package dilution

import (
	"errors"
	"fmt"
	"math/big"

	"drawup/dilution/body"
	"drawup/dilution/formulary"
	"drawup/dilution/quantity"
	"drawup/dilution/refusal"
)

// doseAmount is the dose of the order for this patient, as an amount.
func (w *work) doseAmount() (quantity.Amount, bool) {
	if !w.pickDose() {
		return quantity.Amount{}, false
	}
	return w.plan.Dose.Amount, true
}

// dose works the one dose of the order, if there is one: limits, volume on
// the giving barrel, and what that volume really gives.
func (w *work) dose() bool {
	if w.o.Infusion {
		return true
	}
	if !w.o.Dose.Given() {
		return w.noDose()
	}
	if !w.pickDose() {
		return false
	}
	d, m := w.plan.Dose, w.plan.Mixture
	exact, err := d.Amount.DrawnAt(m.Concentration)
	if err != nil {
		return w.fault(err, "dose", w.o.Dose.Pos)
	}
	d.Wanted, d.Step = exact, m.FinalBarrel.Step()
	if d.Volume, _, err = exact.ToStep(d.Step, quantity.HalfUp); err != nil {
		return w.fault(err, "dose", w.o.Dose.Pos)
	}
	if w.doseIsWhole() {
		d.Volume, d.Step = m.DrugVolume, m.DrugReading.Barrel.Step()
	} else if !w.keepLimit(exact, d) || !w.doseReadable(exact, d) {
		return false
	}
	if d.Delivered, err = d.Volume.Holds(m.Concentration); err != nil {
		return w.fault(err, "dose", w.o.Dose.Pos)
	}
	return true
}

// keepLimit moves a dose that its nearest graduation would carry past a limit
// to the graduation below (rule R11).
func (w *work) keepLimit(exact quantity.Volume, d *DosePart) bool {
	given, err := d.Volume.Holds(w.plan.Mixture.Concentration)
	if err != nil {
		return w.fault(err, "dose", w.o.Dose.Pos)
	}
	if passed(d.ceilings, d.Amount.Rat(), given.Rat()) == nil {
		return true
	}
	d.Down = true
	if d.Volume, _, err = exact.ToStep(d.Step, quantity.Down); err != nil {
		return w.fault(err, "dose", w.o.Dose.Pos)
	}
	return true
}
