"""Tolerance studies: statistics against closed forms, samples against single budgets, resuming."""

from __future__ import annotations

from concurrent.futures import ThreadPoolExecutor
from dataclasses import replace
from pathlib import Path
from typing import Any

import numpy as np
import pytest
from scipy.stats import norm
from sweep_devices import coarse
from tolerance_devices import EQE, ETL, GUIDED, HTL, SPREAD, YIELD, spread_out

import optics
from optics.device.errors import CaseError
from optics.study import tangent
from optics.study import tolerance as tolerance_module
from optics.study.evaluate import TRUST, Question, answers
from optics.study.tolerance_plan import plan_tolerance
from optics.study.tolerance_result import Tolerance

LIMITS = {EQE: {"min": 0.2}}


def planted(monkeypatch: pytest.MonkeyPatch, function: Any) -> None:
    """Let outcomes be functions of the varied numbers instead of physics."""

    def answers(question: Question, points: Any, **_: Any) -> Any:
        columns = [np.asarray(one, dtype=float) for one in function(points.T)]
        trust = np.full((len(points), len(TRUST)), 1e-9)
        return np.column_stack([*columns, trust]), {}

    def slopes(_: Question, nominal: Any) -> Any:
        # Exact for outcomes up to the second degree.
        ends = [
            [function(nominal + sign * step) for sign in (1, -1)] for step in np.eye(len(nominal))
        ]
        return None, np.array([np.subtract(*pair) / 2.0 for pair in ends]).T, None

    monkeypatch.setattr(tolerance_module, "answers", answers)
    monkeypatch.setattr(tangent, "values_and_gradient", slopes)


def said(found: Tolerance) -> list[str]:
    """Warnings of the study, without those of the case."""
    return [line for line in found.warnings if not line.startswith("emitters.")]


def contains(found: Any, truth: float) -> bool:
    return bool(found.low <= truth <= found.high)


def test_straight_lines_of_normal_numbers_have_closed_forms(
    monkeypatch: pytest.MonkeyPatch,
) -> None:
    device = spread_out(
        {HTL: {"sd": 2.0}, ETL: {"sd": 3.0}},
        samples=4096, seed=1, groups=[{"paths": [HTL, ETL], "correlation": 0.6}],
        outcomes=[EQE, GUIDED], limits={EQE: {"min": -0.1, "max": 0.2}, GUIDED: {"max": 0.3}},
    )  # fmt: skip
    htl, etl = (float(device.value(path)) for path in (HTL, ETL))
    planted(
        monkeypatch,
        lambda x: (0.02 * (x[0] - htl) + 0.01 * (x[1] - etl), 0.3 + 0.02 * (x[0] - htl)),
    )
    found = optics.tolerance(device)
    first, second = found.outcomes
    sd = np.sqrt(0.04**2 + 0.03**2 + 2 * 0.6 * 0.04 * 0.03)
    assert first.nominal == pytest.approx(0.0, abs=1e-15)
    assert contains(first.mean, 0.0)
    assert contains(first.sd, sd)
    assert first.sd.value == pytest.approx(sd, rel=0.01)
    for one, level in zip(first.quantiles, (0.05, 0.5, 0.95), strict=True):
        assert contains(one, norm.ppf(level) * sd)
    assert first.linear is not None
    assert first.linear.sd == pytest.approx(sd, rel=1e-9)
    assert first.linear.derivatives == pytest.approx({HTL: 0.02, ETL: 0.01}, rel=1e-9)
    assert first.linear.failures == second.linear.failures == ()
    truth = norm.cdf(0.2 / sd) - norm.cdf(-0.1 / sd)
    assert contains(found.yields[0].share, truth)
    assert found.yields[0].linear == pytest.approx(found.yields[0].share.value, abs=1e-3)
    assert found.yields[1].share.value == pytest.approx(0.5, abs=0.01)
    assert found.joint_yield is not None
    both = (found.data[EQE] >= -0.1) & (found.data[EQE] <= 0.2) & (found.data[GUIDED] <= 0.3)
    assert found.joint_yield.share.value == float(both.mean())
    assert found.factors == ((0, 1),)
    assert said(found) == []


def test_at_an_extremum_the_linear_prediction_fails_and_says_so(
    monkeypatch: pytest.MonkeyPatch,
) -> None:
    device = spread_out({HTL: {"sd": 2.0}}, samples=2048, limits={EQE: {"min": 0.29}})
    htl = float(device.value(HTL))
    planted(monkeypatch, lambda x: (0.3 - 0.005 * ((x[0] - htl) / 2.0) ** 2,))
    found = optics.tolerance(device)
    (one,) = found.outcomes
    assert contains(one.mean, 0.295)
    assert contains(one.sd, 0.005 * np.sqrt(2.0))
    assert contains(found.yields[0].share, norm.cdf(np.sqrt(2)) - norm.cdf(-np.sqrt(2)))
    assert one.linear is not None
    assert one.linear.sd == pytest.approx(0.0, abs=1e-12)
    assert found.yields[0].linear == 1.0
    mine, joint = said(found)
    assert mine.startswith(f"the linear prediction fails for {EQE}: the samples give mean 0.29")
    assert "standard deviation 0.00" in mine
    assert "yield 84" in mine
    assert joint.startswith("the linear prediction fails for all limits together: ")
    told = found.to_dict()
    assert told["outcomes"][EQE]["linear"]["holds"] is False
    assert told["yield"]["joint"]["linear_holds"] is False


def test_samples_without_value_count_as_outside(monkeypatch: pytest.MonkeyPatch) -> None:
    device = spread_out({HTL: {"sd": 2.0}}, samples=512, limits={EQE: {"min": 0.1}})
    htl = float(device.value(HTL))
    planted(monkeypatch, lambda x: (np.where(x[0] > htl + 3.0, np.nan, 0.2 + 0.001 * x[0]),))
    found = optics.tolerance(device)
    lost = int((found.data[HTL] > htl + 3.0).sum())
    assert found.outcomes[0].undefined == lost > 20
    assert found.yields[0].share.value == 1.0 - lost / 512
    assert found.outcomes[0].largest is not None


def test_every_sample_is_the_budget_of_its_case_and_linked_numbers_follow() -> None:
    device = spread_out(
        {HTL: {"sd": 2.0}, YIELD: {"half_width": 0.03}},
        samples=20, seed=5, outcomes=[EQE, "purcell_factor"], linked={ETL: HTL},
    )  # fmt: skip
    found = optics.tolerance(device)
    for sample in (0, 7, 19):
        here = found.data.isel(sample=sample)
        values = {path: float(here[path]) for path in (HTL, YIELD, ETL)}
        assert values[HTL] == values[ETL]
        alone = optics.budget(device.replace_all(values))
        assert float(here[EQE]) == pytest.approx(alone.external_quantum_efficiency, abs=1e-12)
        factor = alone.emitters[0].purcell_factor
        assert float(here["purcell_factor"]) == pytest.approx(factor, rel=1e-12)
    nominal = optics.budget(device.replace_all({ETL: device.value(HTL)}))
    assert found.outcomes[0].nominal == pytest.approx(nominal.external_quantum_efficiency)
    assert found.linked == {ETL: HTL}
    assert found.data[ETL].attrs["long_name"] == f"follows {HTL}"
    assert found.to_frame().shape == (20, 7)
    assert found.accuracy["energy_balance"] <= 1e-6


def test_derivatives_and_influences_of_a_device_agree() -> None:
    """Within a small spread every outcome is a straight line."""
    small = {HTL: {"sd": 0.02}, ETL: {"sd": 0.02}, YIELD: {"half_width": 1e-4}}
    found = optics.tolerance(spread_out(small, samples=64, outcomes=[EQE, GUIDED]))
    for one in found.outcomes:
        assert one.linear is not None
        assert one.influence is not None
        assert one.linear.failures == ()
        assert one.sd.value == pytest.approx(one.linear.sd, rel=0.1)
        assert one.influence.unexplained < 1e-3
        whole = [part.value for part in one.influence.total]
        assert whole == pytest.approx(list(one.linear.shares), abs=0.05)


def test_derivatives_are_exact_or_differences_and_agree() -> None:
    """What changes the wavelengths has no exact derivative, nor has one that it follows."""
    wave = "wavelength.values_nm.1"
    device = spread_out({HTL: {"sd": 2.0}, wave: {"sd": 1.0}}, samples=2, outcomes=[EQE, GUIDED])
    question = plan_tolerance(device, 1e-9).question
    slopes = tangent.slopes_of(question)
    assert (slopes.paths, slopes.outcomes, slopes.by_differences) == ((0,), (0, 1), (1,))
    found = optics.tolerance(device, tolerance=1e-9)
    assert found.derivatives == f"exact, for {wave} by differences of fourth order"
    nominal, sd = np.array([device.value(HTL), 545.0]), np.array([2.0, 1.0])
    every = tangent.Slopes(question, (), ())
    assert every.by_differences == (0, 1)
    values, _ = answers(question, every.stencil(nominal, sd))
    stepped = every.gradient(nominal, sd, values[:, :2])
    for row, one in zip(stepped, found.outcomes, strict=True):
        assert one.linear is not None
        assert list(one.linear.derivatives.values()) == pytest.approx(row.tolist(), rel=1e-5)
    assert tangent.slopes_of(replace(question, followers=((wave, 0),), paths=(HTL,))).paths == ()


def test_linked_numbers_move_with_their_leader_in_the_derivatives() -> None:
    both = spread_out({HTL: {"sd": 2.0}}, samples=2, linked={ETL: HTL})
    apart = spread_out({HTL: {"sd": 2.0}, ETL: {"sd": 1.0}}, samples=2)
    apart = apart.replace(ETL, apart.value(HTL))
    slopes = [optics.tolerance(device).outcomes[0].linear for device in (both, apart)]
    assert slopes[0] is not None
    assert slopes[1] is not None
    total = sum(slopes[1].derivatives.values())
    assert slopes[0].derivatives[HTL] == pytest.approx(total, rel=1e-9)


def faults_of(spread: dict[str, Any] | None = None, **table: Any) -> list[str]:
    with pytest.raises(CaseError) as caught:
        optics.tolerance(spread_out(spread, **table))
    return [str(fault) for fault in caught.value.faults]


def test_faults_of_the_table_come_all_at_once() -> None:
    said = faults_of(
        {
            **SPREAD,
            "materials.host.k": {"relative_sd": 0.1},
            "layers.CAT.thickness_nm": {"sd": 900},
        },
        limits={"destinations.giuded": {"max": 0.1}, "guided": {"max": 0.1}},
        groups=[{"paths": [HTL, ETL, YIELD], "correlation": -0.9}],
        linked={ETL: HTL},
    )
    assert said == [
        f'my.toml: tolerance.linked."{ETL}": found {ETL}, which is varied itself; expected a path '
        "that is not itself varied",
        'my.toml: tolerance.limits."destinations.giuded": found destinations.giuded, no such '
        "outcome; expected the name of an outcome (did you mean destinations.guided?)",
        'my.toml: tolerance.limits."guided": found guided, which may mean several; expected one of '
        "destinations.guided, emitters.green.destinations.guided, chain.device.guided",
        'my.toml: tolerance.spread."materials.host.k".relative_sd: found no spread, the nominal '
        "value is 0; expected sd",
        'my.toml: tolerance.spread."layers.CAT.thickness_nm": found -800 at one standard deviation '
        "from 100; expected a number from 0 to 1e+07",
        "my.toml: tolerance.groups[0].correlation: found -0.9; expected -0.492334 to 0.969799 for "
        "3 numbers, normal and uniform ones",
    ]


@pytest.mark.parametrize(
    ("spread", "table", "part"),
    [
        ({HTL: {"sd": 0}}, {}, "found 0; expected a number above 0"),
        ({HTL: {"half_width": 0.0}}, {}, "found 0; expected a number above 0"),
        ({"layers.HLT.thickness_nm": {"sd": 1}}, {}, "did you mean layers.HTL.thickness_nm?"),
        (None, {"limits": {HTL: {"max": 50}}}, "found layers.HTL.thickness_nm, which is varied"),
        (None, {"samples": 100_000_000}, "found 100000000 of 4 numbers; expected at most"),
        (
            None,
            {"groups": [{"paths": [HTL, ETL], "correlation": 0.1},
                        {"paths": [ETL, YIELD], "correlation": 0.1}]},
            'found "layers.ETL.thickness_nm", which is in another group; expected each path in one',
        ),
        ({YIELD: {"half_width": 0.2}}, {}, "1.05 at one half width from 0.85; expected"),
    ],
)  # fmt: skip
def test_what_cannot_be_is_a_fault(
    spread: dict[str, Any] | None, table: dict[str, Any], part: str
) -> None:
    assert any(part in line for line in faults_of(spread, **table)), faults_of(spread, **table)


def test_arguments_beyond_reason_are_refused() -> None:
    device = spread_out()
    for wrong in ({"samples": 0}, {"seed": -1}, {"tolerance": 0.2}, {"tolerance": float("nan")}):
        with pytest.raises(ValueError, match="found"):
            optics.tolerance(device, **wrong)  # type: ignore[arg-type]
    from devices import case

    with pytest.raises(CaseError, match="tolerance: found no such table"):
        optics.tolerance(case(coarse()))


def test_impossible_samples_fail_by_name_and_lose_nothing_else() -> None:
    """A normal film so thin that one sample in forty would have no thickness."""
    document = coarse()
    next(film for film in document["layers"] if film["name"] == "HTL")["thickness_nm"] = 4.0
    device = spread_out(
        {HTL: {"sd": 2.0}}, document=document, samples=128, limits={EQE: {"min": 0.0}}
    )
    found = optics.tolerance(device)
    negative = found.data[HTL].to_numpy() < 0.0
    assert 1 <= negative.sum() <= 8
    assert np.isnan(found.data[EQE].to_numpy()).tolist() == negative.tolist()
    assert len(found.failed) == negative.sum()
    first = int(np.flatnonzero(negative)[0])
    assert found.failed[0].startswith(f"sample {first} ({HTL} = -")
    assert "expected a number from 0" in found.failed[0]
    assert found.yields[0].share.value == 1.0 - negative.mean()
    assert found.outcomes[0].undefined == 0
    lost = f"{negative.sum()} of 128 samples failed; they count as outside the limits"
    assert any(line.startswith(lost) for line in said(found))


class Stopper:
    """A progress function that interrupts when so many points are done."""

    def __init__(self, at: int) -> None:
        self.at = at

    def __call__(self, done: int, total: int) -> None:
        if done >= self.at:
            raise KeyboardInterrupt


def same(one: Tolerance, other: Tolerance) -> bool:
    return one.data.identical(other.data) and one.to_dict() == other.to_dict()


def test_interrupted_and_resumed_equals_uninterrupted_to_the_last_bit(tmp_path: Path) -> None:
    device = spread_out(samples=24, limits=LIMITS)
    whole = optics.tolerance(device)
    with pytest.raises(KeyboardInterrupt):
        optics.tolerance(device, progress=Stopper(9), keep_in=tmp_path)
    assert len(list(tmp_path.iterdir())) == 1
    for other in ({"seed": 9}, {"samples": 23}, {"tolerance": 1e-5}):  # never meet what is kept
        seen: list[int] = []
        optics.tolerance(
            device, progress=lambda done, _, seen=seen: seen.append(done), keep_in=tmp_path, **other
        )
        assert seen[0] == 0
    seen = []
    resumed = optics.tolerance(device, progress=lambda done, _: seen.append(done), keep_in=tmp_path)
    assert seen[0] >= 9
    assert same(resumed, whole)
    assert list(tmp_path.iterdir()) == []


def test_seeds_are_told_and_change_the_samples() -> None:
    device = spread_out(samples=4, seed=3)
    found = optics.tolerance(device)
    assert (found.seed, found.samples, found.to_dict()["seed"]) == (3, 4, 3)
    other = optics.tolerance(device, seed=4, samples=5)
    assert (other.seed, other.samples) == (4, 5)
    assert float(other.data[HTL][0]) != float(found.data[HTL][0])
    alone = optics.tolerance(device, samples=1)
    assert alone.outcomes[0].mean.low is None
    assert alone.outcomes[0].sd.value is None
    assert alone.outcomes[0].influence is None


def test_any_executor_gives_the_same_bits() -> None:
    device = spread_out(samples=12, limits=LIMITS)
    with ThreadPoolExecutor(1) as pool:
        assert same(optics.tolerance(device, executor=pool), optics.tolerance(device))


@pytest.mark.slow  # starts a cluster
@pytest.mark.filterwarnings("ignore")  # of the cluster's own libraries
def test_a_cluster_of_two_processes_gives_the_same_bits() -> None:
    distributed = pytest.importorskip("distributed")
    from optics.study.executor import cluster_executor

    device = spread_out(samples=40, limits=LIMITS)
    own = optics.tolerance(device)
    with (
        distributed.LocalCluster(
            n_workers=2, threads_per_worker=1, processes=True, dashboard_address=None
        ) as cluster,
        cluster_executor(cluster.scheduler_address) as executor,
    ):
        assert same(optics.tolerance(device, executor=executor), own)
*-*-*
**Exercise requirements**
Produce only the lines from the line containing "planted(monkeypatch, lambda x: (np.where(x[0]" through the line containing "assert found.outcomes[0].undefined == lost", inclusive of both, exactly as they stand in the entries above.

**Response**
    planted(monkeypatch, lambda x: (np.where(x[0] > htl + 3.0, np.nan, 0.2 + 0.001 * x[0]),))
    found = optics.tolerance(device)
    lost = int((found.data[HTL] > htl + 3.0).sum())
    assert found.outcomes[0].undefined == lost > 20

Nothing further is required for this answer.